(Extracted records)
- Opening Delimiter -

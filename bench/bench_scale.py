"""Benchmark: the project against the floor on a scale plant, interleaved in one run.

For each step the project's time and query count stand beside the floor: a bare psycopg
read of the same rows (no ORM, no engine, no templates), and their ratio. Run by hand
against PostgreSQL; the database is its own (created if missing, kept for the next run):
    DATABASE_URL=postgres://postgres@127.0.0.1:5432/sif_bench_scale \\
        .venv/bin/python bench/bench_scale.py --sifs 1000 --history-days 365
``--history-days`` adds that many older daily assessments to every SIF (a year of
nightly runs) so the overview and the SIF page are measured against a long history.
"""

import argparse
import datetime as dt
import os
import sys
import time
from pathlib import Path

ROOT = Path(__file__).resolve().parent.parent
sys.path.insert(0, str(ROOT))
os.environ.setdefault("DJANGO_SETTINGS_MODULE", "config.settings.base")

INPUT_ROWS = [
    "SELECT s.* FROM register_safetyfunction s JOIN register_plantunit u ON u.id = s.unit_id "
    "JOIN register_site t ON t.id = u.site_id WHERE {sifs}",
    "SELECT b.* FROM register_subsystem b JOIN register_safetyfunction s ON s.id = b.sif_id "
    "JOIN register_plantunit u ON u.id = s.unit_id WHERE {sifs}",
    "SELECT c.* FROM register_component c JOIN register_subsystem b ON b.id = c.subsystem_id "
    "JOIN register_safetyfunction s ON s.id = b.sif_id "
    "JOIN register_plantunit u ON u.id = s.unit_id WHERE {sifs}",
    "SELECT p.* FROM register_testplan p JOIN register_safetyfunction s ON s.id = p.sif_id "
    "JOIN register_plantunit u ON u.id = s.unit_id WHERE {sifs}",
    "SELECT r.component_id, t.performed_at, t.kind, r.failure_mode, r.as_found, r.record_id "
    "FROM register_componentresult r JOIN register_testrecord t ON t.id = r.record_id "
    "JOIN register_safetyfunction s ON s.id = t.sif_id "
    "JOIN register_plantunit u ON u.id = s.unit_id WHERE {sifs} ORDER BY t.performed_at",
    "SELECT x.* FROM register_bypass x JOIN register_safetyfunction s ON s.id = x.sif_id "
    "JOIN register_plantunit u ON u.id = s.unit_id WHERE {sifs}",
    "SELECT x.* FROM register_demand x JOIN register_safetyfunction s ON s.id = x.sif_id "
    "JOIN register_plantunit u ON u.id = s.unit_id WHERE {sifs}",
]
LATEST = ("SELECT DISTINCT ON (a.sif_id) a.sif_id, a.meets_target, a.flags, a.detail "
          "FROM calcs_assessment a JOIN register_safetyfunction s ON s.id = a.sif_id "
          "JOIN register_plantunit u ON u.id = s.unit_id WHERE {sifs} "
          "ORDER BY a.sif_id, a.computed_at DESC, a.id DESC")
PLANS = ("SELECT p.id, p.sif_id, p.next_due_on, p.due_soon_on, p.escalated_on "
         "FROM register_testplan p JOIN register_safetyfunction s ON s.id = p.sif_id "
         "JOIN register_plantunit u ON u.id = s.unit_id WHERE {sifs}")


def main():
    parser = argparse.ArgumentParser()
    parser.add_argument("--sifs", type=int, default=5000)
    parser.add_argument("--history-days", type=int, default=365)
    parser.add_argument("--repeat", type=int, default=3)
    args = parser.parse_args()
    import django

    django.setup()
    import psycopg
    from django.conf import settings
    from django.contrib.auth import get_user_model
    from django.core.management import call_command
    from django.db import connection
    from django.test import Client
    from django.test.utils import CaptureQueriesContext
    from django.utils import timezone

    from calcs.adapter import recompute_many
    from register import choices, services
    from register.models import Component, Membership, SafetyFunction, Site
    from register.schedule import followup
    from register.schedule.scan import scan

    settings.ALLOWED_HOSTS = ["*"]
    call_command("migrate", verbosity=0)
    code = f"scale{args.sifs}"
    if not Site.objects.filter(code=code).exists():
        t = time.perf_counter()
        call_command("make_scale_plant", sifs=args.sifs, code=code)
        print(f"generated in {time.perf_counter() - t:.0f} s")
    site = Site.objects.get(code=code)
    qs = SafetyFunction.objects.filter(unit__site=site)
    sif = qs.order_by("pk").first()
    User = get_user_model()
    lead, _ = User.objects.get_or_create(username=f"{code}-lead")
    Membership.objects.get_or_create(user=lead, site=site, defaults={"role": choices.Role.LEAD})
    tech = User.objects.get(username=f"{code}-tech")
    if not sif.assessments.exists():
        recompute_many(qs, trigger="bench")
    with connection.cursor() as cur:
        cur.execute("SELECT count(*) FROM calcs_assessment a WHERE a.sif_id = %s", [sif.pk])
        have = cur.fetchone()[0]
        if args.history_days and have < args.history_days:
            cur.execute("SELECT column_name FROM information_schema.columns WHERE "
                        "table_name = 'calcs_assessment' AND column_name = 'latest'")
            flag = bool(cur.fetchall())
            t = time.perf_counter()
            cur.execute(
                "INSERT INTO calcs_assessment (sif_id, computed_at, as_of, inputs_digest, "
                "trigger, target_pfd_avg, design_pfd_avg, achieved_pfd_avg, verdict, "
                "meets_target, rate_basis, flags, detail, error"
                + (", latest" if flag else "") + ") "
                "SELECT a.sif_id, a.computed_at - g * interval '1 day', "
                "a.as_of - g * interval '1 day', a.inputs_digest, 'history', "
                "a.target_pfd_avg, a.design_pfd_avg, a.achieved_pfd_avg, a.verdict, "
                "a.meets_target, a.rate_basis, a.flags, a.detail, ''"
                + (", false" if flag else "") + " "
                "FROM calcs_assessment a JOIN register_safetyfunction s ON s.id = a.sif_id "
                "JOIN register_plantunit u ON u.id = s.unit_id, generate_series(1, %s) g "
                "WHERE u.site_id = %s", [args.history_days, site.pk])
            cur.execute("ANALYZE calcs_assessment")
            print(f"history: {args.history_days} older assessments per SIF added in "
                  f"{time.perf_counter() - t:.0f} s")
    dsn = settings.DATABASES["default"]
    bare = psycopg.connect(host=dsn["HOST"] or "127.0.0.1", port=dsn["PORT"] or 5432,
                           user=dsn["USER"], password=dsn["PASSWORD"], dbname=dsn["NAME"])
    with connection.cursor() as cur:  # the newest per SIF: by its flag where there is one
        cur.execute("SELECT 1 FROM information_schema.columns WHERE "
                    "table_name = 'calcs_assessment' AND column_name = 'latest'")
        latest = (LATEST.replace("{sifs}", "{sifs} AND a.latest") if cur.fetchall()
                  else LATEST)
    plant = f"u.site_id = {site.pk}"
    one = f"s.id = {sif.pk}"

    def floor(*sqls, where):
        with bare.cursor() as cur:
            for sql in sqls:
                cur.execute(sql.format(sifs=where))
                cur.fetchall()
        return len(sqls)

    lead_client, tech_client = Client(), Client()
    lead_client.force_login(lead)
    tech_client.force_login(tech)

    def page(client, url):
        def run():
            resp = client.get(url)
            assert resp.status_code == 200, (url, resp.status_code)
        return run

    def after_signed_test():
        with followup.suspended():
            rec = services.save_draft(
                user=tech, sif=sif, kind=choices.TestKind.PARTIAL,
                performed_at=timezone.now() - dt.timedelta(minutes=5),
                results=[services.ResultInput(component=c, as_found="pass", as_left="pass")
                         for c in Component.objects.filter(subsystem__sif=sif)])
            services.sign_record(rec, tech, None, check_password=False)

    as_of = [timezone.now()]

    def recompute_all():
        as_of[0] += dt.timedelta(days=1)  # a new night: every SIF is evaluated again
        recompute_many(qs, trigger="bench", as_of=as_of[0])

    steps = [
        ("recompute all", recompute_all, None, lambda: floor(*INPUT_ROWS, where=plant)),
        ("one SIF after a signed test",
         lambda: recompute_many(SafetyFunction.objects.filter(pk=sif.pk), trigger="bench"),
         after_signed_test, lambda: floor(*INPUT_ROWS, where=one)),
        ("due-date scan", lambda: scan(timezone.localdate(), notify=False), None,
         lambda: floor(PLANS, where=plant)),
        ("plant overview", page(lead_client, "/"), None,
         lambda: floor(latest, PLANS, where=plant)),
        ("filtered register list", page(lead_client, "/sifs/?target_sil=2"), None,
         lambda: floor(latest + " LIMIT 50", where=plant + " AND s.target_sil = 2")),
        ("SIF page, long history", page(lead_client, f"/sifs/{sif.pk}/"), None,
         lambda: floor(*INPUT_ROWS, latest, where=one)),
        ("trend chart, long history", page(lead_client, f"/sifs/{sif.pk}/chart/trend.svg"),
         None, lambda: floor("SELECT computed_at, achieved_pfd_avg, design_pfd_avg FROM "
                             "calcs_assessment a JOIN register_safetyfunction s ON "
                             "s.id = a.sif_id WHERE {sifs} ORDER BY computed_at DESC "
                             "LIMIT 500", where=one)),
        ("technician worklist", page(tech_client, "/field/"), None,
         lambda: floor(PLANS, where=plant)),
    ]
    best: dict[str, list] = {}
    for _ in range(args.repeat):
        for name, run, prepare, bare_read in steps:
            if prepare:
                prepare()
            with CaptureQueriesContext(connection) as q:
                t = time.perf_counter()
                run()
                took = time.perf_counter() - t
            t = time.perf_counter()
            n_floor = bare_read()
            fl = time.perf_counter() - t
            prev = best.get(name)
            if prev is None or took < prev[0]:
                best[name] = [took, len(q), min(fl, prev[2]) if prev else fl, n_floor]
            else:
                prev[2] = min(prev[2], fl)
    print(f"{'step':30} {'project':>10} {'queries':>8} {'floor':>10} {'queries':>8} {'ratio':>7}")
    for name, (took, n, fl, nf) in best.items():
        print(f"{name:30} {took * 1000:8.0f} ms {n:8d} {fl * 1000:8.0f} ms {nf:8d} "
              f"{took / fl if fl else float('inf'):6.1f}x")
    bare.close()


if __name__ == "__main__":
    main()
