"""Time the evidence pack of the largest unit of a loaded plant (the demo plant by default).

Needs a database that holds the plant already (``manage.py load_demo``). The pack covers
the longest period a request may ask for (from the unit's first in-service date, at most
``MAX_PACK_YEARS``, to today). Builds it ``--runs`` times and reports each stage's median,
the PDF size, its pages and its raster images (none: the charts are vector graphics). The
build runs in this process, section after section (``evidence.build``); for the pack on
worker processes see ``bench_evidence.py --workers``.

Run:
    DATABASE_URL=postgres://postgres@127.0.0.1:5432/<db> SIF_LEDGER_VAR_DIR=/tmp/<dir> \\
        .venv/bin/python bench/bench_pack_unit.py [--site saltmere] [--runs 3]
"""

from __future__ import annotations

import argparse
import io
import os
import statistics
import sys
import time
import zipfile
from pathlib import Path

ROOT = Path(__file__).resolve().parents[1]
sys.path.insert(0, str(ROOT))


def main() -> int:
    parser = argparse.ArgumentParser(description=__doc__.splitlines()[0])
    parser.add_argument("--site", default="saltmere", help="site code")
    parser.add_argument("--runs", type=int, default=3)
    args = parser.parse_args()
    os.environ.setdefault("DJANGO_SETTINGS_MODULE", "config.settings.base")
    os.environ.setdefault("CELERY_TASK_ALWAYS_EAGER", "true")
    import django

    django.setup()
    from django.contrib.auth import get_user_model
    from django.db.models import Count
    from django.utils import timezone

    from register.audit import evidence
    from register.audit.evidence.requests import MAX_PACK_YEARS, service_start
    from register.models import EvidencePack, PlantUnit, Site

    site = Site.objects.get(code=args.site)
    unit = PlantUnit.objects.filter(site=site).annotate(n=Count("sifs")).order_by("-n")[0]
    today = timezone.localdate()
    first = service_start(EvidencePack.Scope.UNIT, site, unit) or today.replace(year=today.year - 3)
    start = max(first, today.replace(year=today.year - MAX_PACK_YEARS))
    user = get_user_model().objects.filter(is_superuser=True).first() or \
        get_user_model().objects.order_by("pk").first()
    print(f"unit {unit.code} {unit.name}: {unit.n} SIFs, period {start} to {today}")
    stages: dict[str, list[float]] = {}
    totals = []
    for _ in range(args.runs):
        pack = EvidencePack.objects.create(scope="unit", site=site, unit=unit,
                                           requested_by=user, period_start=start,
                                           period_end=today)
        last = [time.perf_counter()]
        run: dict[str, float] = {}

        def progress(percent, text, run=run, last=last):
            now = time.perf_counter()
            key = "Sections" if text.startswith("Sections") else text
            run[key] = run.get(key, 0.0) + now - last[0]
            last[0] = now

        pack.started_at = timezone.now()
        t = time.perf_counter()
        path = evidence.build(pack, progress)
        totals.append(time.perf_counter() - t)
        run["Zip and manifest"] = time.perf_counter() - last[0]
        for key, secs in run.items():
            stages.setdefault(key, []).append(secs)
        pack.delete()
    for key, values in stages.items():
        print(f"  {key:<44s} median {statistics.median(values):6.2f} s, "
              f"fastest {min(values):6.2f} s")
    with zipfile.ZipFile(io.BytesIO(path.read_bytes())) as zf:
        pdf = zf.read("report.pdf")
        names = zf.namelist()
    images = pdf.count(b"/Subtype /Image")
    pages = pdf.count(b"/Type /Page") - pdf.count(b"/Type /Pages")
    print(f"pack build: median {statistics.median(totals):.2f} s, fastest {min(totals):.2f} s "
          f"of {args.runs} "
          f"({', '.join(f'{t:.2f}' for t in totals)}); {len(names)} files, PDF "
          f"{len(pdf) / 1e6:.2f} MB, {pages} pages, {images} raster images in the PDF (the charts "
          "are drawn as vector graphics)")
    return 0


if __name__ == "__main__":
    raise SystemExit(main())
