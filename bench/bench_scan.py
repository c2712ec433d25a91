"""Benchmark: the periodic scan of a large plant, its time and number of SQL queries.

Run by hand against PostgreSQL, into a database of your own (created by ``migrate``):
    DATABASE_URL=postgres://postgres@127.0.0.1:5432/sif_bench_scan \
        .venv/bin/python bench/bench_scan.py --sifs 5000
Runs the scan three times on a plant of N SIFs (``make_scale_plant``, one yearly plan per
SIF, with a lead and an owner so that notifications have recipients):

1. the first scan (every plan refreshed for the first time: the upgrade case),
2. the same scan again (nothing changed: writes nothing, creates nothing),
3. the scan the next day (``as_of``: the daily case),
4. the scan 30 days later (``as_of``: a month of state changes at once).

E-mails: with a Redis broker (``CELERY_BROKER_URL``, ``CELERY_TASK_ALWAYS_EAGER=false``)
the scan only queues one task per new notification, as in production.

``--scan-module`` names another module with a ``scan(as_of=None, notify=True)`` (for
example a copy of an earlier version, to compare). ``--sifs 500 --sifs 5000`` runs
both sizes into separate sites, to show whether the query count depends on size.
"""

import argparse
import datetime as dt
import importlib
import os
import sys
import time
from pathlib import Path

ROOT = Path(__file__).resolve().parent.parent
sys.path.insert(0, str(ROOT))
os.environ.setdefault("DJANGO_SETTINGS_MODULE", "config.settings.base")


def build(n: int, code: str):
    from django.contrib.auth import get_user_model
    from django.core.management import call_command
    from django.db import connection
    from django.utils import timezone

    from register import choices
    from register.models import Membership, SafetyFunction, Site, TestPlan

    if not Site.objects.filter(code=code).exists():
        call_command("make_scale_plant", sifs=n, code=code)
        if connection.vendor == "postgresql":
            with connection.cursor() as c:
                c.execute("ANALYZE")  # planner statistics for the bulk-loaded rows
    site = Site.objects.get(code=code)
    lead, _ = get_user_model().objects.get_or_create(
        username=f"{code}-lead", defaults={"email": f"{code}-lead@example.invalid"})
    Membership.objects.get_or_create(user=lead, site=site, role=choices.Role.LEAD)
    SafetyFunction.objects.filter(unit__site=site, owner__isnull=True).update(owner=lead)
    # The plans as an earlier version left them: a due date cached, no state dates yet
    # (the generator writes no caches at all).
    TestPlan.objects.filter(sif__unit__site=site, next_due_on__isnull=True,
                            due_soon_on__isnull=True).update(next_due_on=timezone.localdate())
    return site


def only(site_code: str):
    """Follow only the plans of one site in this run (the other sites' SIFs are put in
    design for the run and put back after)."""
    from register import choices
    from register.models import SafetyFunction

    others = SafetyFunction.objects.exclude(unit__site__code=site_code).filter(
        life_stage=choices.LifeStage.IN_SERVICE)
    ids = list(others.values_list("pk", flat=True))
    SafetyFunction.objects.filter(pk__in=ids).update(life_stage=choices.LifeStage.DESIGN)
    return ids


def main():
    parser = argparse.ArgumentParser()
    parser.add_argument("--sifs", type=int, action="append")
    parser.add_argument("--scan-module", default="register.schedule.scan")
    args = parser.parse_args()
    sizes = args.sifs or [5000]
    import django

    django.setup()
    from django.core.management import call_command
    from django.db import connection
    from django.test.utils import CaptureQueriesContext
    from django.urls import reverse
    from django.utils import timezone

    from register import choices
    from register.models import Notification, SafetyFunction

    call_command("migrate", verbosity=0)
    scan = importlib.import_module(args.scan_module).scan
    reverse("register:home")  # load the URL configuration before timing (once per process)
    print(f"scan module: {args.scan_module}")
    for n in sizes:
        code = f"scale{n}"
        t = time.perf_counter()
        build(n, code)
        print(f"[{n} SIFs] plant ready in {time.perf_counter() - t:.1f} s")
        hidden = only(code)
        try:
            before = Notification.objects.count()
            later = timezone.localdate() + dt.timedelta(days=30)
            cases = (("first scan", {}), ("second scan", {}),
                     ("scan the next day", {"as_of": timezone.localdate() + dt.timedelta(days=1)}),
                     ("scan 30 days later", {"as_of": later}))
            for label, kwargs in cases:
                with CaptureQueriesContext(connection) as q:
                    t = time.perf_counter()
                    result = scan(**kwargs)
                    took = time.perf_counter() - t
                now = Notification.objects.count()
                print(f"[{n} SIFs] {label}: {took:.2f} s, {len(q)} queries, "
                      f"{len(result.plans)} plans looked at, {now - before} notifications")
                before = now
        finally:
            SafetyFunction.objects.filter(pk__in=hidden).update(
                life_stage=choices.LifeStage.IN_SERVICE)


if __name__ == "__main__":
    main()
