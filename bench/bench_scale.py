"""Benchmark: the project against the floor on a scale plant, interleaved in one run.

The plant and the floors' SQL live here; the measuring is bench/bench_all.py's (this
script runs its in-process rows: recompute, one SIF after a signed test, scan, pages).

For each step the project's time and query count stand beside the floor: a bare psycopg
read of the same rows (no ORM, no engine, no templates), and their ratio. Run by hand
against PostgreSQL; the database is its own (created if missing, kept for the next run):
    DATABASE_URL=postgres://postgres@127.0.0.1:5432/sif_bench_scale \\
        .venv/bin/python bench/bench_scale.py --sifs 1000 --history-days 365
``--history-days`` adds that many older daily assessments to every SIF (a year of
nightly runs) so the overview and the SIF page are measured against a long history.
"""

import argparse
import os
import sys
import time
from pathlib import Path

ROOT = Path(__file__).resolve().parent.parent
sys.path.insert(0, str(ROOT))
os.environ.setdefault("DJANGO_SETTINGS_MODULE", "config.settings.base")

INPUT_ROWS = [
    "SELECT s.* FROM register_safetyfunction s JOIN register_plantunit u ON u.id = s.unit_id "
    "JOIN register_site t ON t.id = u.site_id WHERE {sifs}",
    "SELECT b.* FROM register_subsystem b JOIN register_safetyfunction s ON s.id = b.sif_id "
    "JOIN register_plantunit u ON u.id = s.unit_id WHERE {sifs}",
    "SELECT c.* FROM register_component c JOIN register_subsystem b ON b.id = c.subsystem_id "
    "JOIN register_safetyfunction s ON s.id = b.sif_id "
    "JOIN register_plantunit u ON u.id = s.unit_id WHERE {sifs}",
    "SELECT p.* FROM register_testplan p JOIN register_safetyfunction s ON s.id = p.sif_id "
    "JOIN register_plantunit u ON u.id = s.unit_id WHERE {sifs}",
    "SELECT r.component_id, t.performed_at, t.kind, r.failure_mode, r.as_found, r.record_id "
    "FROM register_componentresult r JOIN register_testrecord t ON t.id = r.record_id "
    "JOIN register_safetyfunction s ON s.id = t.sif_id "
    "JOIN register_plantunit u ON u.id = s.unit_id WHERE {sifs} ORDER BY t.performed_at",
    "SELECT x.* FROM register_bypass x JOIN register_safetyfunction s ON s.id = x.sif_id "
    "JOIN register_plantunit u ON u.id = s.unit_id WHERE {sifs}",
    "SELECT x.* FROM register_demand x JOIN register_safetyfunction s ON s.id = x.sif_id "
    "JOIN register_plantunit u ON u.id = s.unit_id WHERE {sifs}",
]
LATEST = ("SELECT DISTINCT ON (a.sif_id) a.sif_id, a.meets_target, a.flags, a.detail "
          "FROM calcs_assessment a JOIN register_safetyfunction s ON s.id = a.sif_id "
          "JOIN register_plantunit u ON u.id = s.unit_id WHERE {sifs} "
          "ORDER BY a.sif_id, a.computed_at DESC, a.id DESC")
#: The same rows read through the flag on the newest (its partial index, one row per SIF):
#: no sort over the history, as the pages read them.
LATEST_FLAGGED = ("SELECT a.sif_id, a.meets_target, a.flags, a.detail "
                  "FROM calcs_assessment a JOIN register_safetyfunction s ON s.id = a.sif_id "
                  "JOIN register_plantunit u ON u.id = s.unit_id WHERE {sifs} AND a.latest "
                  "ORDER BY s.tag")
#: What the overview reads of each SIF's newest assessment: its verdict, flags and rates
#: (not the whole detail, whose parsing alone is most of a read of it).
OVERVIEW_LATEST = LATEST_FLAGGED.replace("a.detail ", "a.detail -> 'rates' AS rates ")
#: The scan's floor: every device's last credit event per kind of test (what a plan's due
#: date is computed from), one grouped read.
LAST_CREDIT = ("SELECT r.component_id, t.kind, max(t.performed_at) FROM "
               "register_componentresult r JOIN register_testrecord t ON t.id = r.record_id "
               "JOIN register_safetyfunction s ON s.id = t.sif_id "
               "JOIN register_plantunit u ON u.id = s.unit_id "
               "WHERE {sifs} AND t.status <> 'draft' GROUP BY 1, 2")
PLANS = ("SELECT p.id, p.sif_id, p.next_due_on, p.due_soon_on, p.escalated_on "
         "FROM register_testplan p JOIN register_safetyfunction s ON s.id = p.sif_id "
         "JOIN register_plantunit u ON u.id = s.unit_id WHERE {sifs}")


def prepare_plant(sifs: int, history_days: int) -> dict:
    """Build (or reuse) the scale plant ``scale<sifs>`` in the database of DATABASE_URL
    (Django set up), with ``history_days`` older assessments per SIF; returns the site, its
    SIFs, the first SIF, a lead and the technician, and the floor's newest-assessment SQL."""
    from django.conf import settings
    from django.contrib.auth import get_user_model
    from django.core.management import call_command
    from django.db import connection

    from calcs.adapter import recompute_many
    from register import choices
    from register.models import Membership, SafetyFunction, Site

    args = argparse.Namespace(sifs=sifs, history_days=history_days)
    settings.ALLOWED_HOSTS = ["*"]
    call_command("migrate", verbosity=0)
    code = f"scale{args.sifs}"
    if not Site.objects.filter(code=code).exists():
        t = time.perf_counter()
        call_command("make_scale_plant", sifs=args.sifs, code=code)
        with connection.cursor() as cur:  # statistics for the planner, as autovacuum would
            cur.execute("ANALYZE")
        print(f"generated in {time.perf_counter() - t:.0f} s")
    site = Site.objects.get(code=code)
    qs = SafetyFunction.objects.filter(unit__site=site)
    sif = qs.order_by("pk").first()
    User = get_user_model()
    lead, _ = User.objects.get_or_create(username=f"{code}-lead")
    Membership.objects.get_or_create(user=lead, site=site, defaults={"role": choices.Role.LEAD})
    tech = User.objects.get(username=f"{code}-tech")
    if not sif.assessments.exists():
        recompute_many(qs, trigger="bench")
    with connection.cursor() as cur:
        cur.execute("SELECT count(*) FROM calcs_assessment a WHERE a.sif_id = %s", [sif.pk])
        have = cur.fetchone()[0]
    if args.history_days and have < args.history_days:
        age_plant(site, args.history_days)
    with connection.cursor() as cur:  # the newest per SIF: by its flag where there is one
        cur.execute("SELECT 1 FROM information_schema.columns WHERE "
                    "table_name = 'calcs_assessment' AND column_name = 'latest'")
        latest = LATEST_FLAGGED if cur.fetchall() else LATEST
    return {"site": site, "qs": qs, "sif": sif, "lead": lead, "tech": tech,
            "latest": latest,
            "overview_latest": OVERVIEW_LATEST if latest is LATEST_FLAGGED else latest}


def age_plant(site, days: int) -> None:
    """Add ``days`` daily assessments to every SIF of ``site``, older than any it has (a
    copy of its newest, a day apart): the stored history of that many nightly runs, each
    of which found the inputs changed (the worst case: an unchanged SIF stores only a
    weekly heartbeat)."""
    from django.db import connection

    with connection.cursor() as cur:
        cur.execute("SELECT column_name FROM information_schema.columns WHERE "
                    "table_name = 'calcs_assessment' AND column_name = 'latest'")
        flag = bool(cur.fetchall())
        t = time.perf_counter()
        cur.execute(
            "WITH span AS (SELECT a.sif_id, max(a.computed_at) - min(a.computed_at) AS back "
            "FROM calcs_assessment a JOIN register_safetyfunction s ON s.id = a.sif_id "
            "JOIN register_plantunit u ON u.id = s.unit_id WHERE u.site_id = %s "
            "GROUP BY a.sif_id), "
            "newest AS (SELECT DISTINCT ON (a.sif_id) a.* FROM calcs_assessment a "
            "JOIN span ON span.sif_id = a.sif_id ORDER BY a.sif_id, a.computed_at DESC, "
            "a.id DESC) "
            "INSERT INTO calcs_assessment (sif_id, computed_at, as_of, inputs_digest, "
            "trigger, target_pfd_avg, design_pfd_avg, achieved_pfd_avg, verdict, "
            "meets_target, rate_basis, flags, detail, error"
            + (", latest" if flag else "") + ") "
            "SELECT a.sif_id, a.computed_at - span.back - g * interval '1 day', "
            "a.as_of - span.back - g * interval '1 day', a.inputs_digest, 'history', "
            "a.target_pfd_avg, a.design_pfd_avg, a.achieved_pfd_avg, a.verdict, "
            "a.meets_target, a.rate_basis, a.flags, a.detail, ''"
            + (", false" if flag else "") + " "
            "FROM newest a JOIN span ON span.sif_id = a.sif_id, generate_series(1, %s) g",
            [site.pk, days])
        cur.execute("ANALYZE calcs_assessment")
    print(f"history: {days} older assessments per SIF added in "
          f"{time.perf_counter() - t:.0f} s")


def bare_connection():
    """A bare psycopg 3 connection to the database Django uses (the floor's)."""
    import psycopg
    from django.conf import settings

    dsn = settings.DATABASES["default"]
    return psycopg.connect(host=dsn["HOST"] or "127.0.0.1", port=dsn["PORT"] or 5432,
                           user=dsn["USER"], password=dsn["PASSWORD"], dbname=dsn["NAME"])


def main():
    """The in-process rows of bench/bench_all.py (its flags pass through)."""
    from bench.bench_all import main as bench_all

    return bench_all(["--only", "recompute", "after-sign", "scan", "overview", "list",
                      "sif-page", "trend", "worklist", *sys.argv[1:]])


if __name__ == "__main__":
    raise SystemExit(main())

- Closing Delimiter -

§ WHAT YOU NEED TO DO
Beginning at the line with "for name, (took, n, fl, nf)" and ending at the line with "the PDF size, its", reproduce each line of the data above exactly, and add no other lines.

§ WORKED SOLUTION
    for name, (took, n, fl, nf) in best.items():
        print(f"{name:30} {took * 1000:8.0f} ms {n:8d} {fl * 1000:8.0f} ms {nf:8d} "
              f"{took / fl if fl else float('inf'):6.1f}x")
    bare.close()


if __name__ == "__main__":
    main()
"""Time the evidence pack of the largest unit of a loaded plant (the demo plant by default).

Needs a database that holds the plant already (``manage.py load_demo``). The pack covers
the longest period a request may ask for (from the unit's first in-service date, at most
``MAX_PACK_YEARS``, to today). Builds it ``--runs`` times and reports each stage's median,
the PDF size, its pages and its raster images (none: the charts are vector graphics). The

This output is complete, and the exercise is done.